#### [DATA TO PROCESS]
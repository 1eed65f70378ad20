import { dcWattsOf } from '../facts/dc-rating.ts';
import type { PlanInForce } from '../facts/household.ts';
import type { RatePlan } from '../settlement/plan.ts';
import { planFor } from '../settlement/plan-in-force.ts';
import { type SettledAmounts, settleAmounts } from '../settlement/settle.ts';
import { type CycleUsage, EMPTY_OPENING, type Opening } from '../settlement/settlement.ts';
import { planWithoutRoof } from '../settlement/without-roof.ts';
import { type Cents, cents } from '../units/cents.ts';
import { ZERO_WH } from '../units/energy.ts';
import { Exact } from '../units/rate.ts';
import { bankWorth } from './bank-worth.ts';
import type { BasisFacts } from './basis.ts';
import type { Changes } from './changes.ts';
import { escalatePlan } from './escalate.ts';
import type { Period, PeriodEnergy } from './periods.ts';

/** What a month's two bills leave, and what the utility's banks are worth after it. */
export type ProjectedBill = { avoidedCents: Cents; bankCents: Cents };

export type ProjectedBills = { ok: true; bills: ProjectedBill[] } | { ok: false; why: string };

/** A plan in a year to come: with the roof and without it. */
type YearPlans = { withRoof: RatePlan; withoutRoof: RatePlan };

/**
 * Settles every month with the roof and without it, under the plan in force with its prices raised by whole years; both carry their own banks. Months
 * that begin on or after the day the house is sold have no bill, and the banks are lost with the account.
 */
export function projectBills(
  facts: BasisFacts,
  changes: Pick<Changes, 'plan' | 'endsOn'>,
  periods: readonly Period[],
  energies: readonly PeriodEnergy[],
  opening: Opening,
): ProjectedBills {
  const planOf = planYears(facts);
  const kW = powerOf(facts.house);
  const incentiveApart = facts.incentive !== null;
  let withRoof: Opening = { ...opening, balanceCents: null };
  let without: Opening = EMPTY_OPENING;
  const bills: ProjectedBill[] = [];
  for (const [at, period] of periods.entries()) {
    if (changes.endsOn !== null && period.from >= changes.endsOn) {
      bills.push(NO_BILL);
      continue;
    }
    const energy = energies[at];
    const inForce = planFor(facts.plans, period.from);
    if (!inForce || !energy) return { ok: false, why: 'There is no rate plan for the months to come.' };
    const years = planOf(inForce, Math.floor(period.index / 12));
    const plan = changes.plan ? changes.plan(years.withRoof, period) : years.withRoof;
    const usage = usageOf(period, energy, kW);
    const roof = settleAmounts(plan, withRoof, usage);
    const plain = settleAmounts(years.withoutRoof, without, {
      ...usage,
      importWh: energy.useWh,
      exportWh: ZERO_WH,
      productionWh: ZERO_WH,
    });
    if (!roof.ok || !plain.ok) {
      const refused = !roof.ok ? roof.problem : !plain.ok ? plain.problem : null;
      const said = refused?.faults[0]?.message ?? refused?.detail ?? '';
      return { ok: false, why: `The rate plan cannot be settled on monthly figures. ${said}`.trim() };
    }
    withRoof = roof.value.closing;
    without = plain.value.closing;
    const asItWas = electricDue(roof.value.settlement, incentiveApart);
    const avoided = electricDue(plain.value.settlement, false) - asItWas;
    const bank = bankWorth(plan, withRoof, period.from, period.to);
    bills.push({ avoidedCents: cents(avoided), bankCents: cents(bank) });
  }
  return { ok: true, bills };
}

const NO_BILL: ProjectedBill = { avoidedCents: cents(0), bankCents: cents(0) };

function usageOf(period: Period, energy: PeriodEnergy, kW: CycleUsage['kW']): CycleUsage {
  return {
    from: period.from,
    to: period.to,
    importWh: energy.importWh,
    exportWh: energy.exportWh,
    productionWh: energy.productionWh,
    loadWh: energy.useWh,
    byPeriod: null,
    netted: {},
    kW,
    payments: [],
    finalBill: false,
    intervals: null,
  };
}

/** Current charges in due less what is paid out beside the bill; the incentive apart where it has a book of its own. */
function electricDue(settlement: SettledAmounts['settlement'], incentiveApart: boolean): number {
  let due = 0;
  for (const line of settlement.lines) {
    if (line.inDue && !(incentiveApart && line.kind === 'incentive')) due += line.amountCents;
  }
  for (const payout of settlement.payouts) {
    if (!(incentiveApart && payout.kind === 'incentive')) due -= payout.amountCents;
  }
  return due;
}

function planYears(facts: BasisFacts): (inForce: PlanInForce, years: number) => YearPlans {
  const made = new Map<PlanInForce, YearPlans[]>();
  const rise = facts.assumptions.priceRise;
  return (inForce, years) => {
    let ofPlan = made.get(inForce);
    if (!ofPlan) {
      ofPlan = [];
      made.set(inForce, ofPlan);
    }
    const known = ofPlan[years];
    if (known) return known;
    const first = ofPlan[0]?.withoutRoof ?? planWithoutRoof(inForce);
    const plans = {
      withRoof: escalatePlan(inForce.plan, rise, years),
      withoutRoof: escalatePlan(first, rise, years),
    };
    ofPlan[years] = plans;
    return plans;
  };
}

function powerOf(house: BasisFacts['house']): CycleUsage['kW'] {
  const watts = dcWattsOf(house.arrays);
  return {
    dc: new Exact(watts).div(1000).toString(),
    ...(house.inverterAcWatts === null ? {} : { ac: new Exact(house.inverterAcWatts).div(1000).toString() }),
  };
}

#### [BRIEF]
Each line of the data should be transcribed exactly.

#### [COMPLETED TASK]
repository 1eed65f70378ad20
import { dcWattsOf } from '../facts/dc-rating.ts';
import type { PlanInForce } from '../facts/household.ts';
import type { RatePlan } from '../settlement/plan.ts';
import { planFor } from '../settlement/plan-in-force.ts';
import { type SettledAmounts, settleAmounts } from '../settlement/settle.ts';
import { type CycleUsage, EMPTY_OPENING, type Opening } from '../settlement/settlement.ts';
import { planWithoutRoof } from '../settlement/without-roof.ts';
import { type Cents, cents } from '../units/cents.ts';
import { ZERO_WH } from '../units/energy.ts';
import { Exact } from '../units/rate.ts';
import { bankWorth } from './bank-worth.ts';
import type { BasisFacts } from './basis.ts';
import type { Changes } from './changes.ts';
import { escalatePlan } from './escalate.ts';
import type { Period, PeriodEnergy } from './periods.ts';

/** What a month's two bills leave, and what the utility's banks are worth after it. */
export type ProjectedBill = { avoidedCents: Cents; bankCents: Cents };

export type ProjectedBills = { ok: true; bills: ProjectedBill[] } | { ok: false; why: string };

/** A plan in a year to come: with the roof and without it. */
type YearPlans = { withRoof: RatePlan; withoutRoof: RatePlan };

/**
 * Settles every month with the roof and without it, under the plan in force with its prices raised by whole years; both carry their own banks. Months
 * that begin on or after the day the house is sold have no bill, and the banks are lost with the account.
 */
export function projectBills(
  facts: BasisFacts,
  changes: Pick<Changes, 'plan' | 'endsOn'>,
  periods: readonly Period[],
  energies: readonly PeriodEnergy[],
  opening: Opening,
): ProjectedBills {
  const planOf = planYears(facts);
  const kW = powerOf(facts.house);
  const incentiveApart = facts.incentive !== null;
  let withRoof: Opening = { ...opening, balanceCents: null };
  let without: Opening = EMPTY_OPENING;
  const bills: ProjectedBill[] = [];
  for (const [at, period] of periods.entries()) {
    if (changes.endsOn !== null && period.from >= changes.endsOn) {
      bills.push(NO_BILL);
      continue;
    }
    const energy = energies[at];
    const inForce = planFor(facts.plans, period.from);
    if (!inForce || !energy) return { ok: false, why: 'There is no rate plan for the months to come.' };
    const years = planOf(inForce, Math.floor(period.index / 12));
    const plan = changes.plan ? changes.plan(years.withRoof, period) : years.withRoof;
    const usage = usageOf(period, energy, kW);
    const roof = settleAmounts(plan, withRoof, usage);
    const plain = settleAmounts(years.withoutRoof, without, {
      ...usage,
      importWh: energy.useWh,
      exportWh: ZERO_WH,
      productionWh: ZERO_WH,
    });
    if (!roof.ok || !plain.ok) {
      const refused = !roof.ok ? roof.problem : !plain.ok ? plain.problem : null;
      const said = refused?.faults[0]?.message ?? refused?.detail ?? '';
      return { ok: false, why: `The rate plan cannot be settled on monthly figures. ${said}`.trim() };
    }
    withRoof = roof.value.closing;
    without = plain.value.closing;
    const asItWas = electricDue(roof.value.settlement, incentiveApart);
    const avoided = electricDue(plain.value.settlement, false) - asItWas;
    const bank = bankWorth(plan, withRoof, period.from, period.to);
    bills.push({ avoidedCents: cents(avoided), bankCents: cents(bank) });
  }
  return { ok: true, bills };
}

const NO_BILL: ProjectedBill = { avoidedCents: cents(0), bankCents: cents(0) };

function usageOf(period: Period, energy: PeriodEnergy, kW: CycleUsage['kW']): CycleUsage {
  return {
    from: period.from,
    to: period.to,
    importWh: energy.importWh,
    exportWh: energy.exportWh,
    productionWh: energy.productionWh,
    loadWh: energy.useWh,
    byPeriod: null,
    netted: {},
    kW,
    payments: [],
    finalBill: false,
    intervals: null,
  };
}

/** Current charges in due less what is paid out beside the bill; the incentive apart where it has a book of its own. */
function electricDue(settlement: SettledAmounts['settlement'], incentiveApart: boolean): number {
  let due = 0;
  for (const line of settlement.lines) {
    if (line.inDue && !(incentiveApart && line.kind === 'incentive')) due += line.amountCents;
  }
  for (const payout of settlement.payouts) {
    if (!(incentiveApart && payout.kind === 'incentive')) due -= payout.amountCents;
  }
  return due;
}

function planYears(facts: BasisFacts): (inForce: PlanInForce, years: number) => YearPlans {
  const made = new Map<PlanInForce, YearPlans[]>();
  const rise = facts.assumptions.priceRise;
  return (inForce, years) => {
    let ofPlan = made.get(inForce);
    if (!ofPlan) {
      ofPlan = [];
      made.set(inForce, ofPlan);
    }
    const known = ofPlan[years];
    if (known) return known;
    const first = ofPlan[0]?.withoutRoof ?? planWithoutRoof(inForce);
    const plans = {
      withRoof: escalatePlan(inForce.plan, rise, years),
      withoutRoof: escalatePlan(first, rise, years),
    };
    ofPlan[years] = plans;
    return plans;
  };
}

function powerOf(house: BasisFacts['house']): CycleUsage['kW'] {
  const watts = dcWattsOf(house.arrays);
  return {
    dc: new Exact(watts).div(1000).toString(),
    ...(house.inverterAcWatts === null ? {} : { ac: new Exact(house.inverterAcWatts).div(1000).toString() }),
  };
}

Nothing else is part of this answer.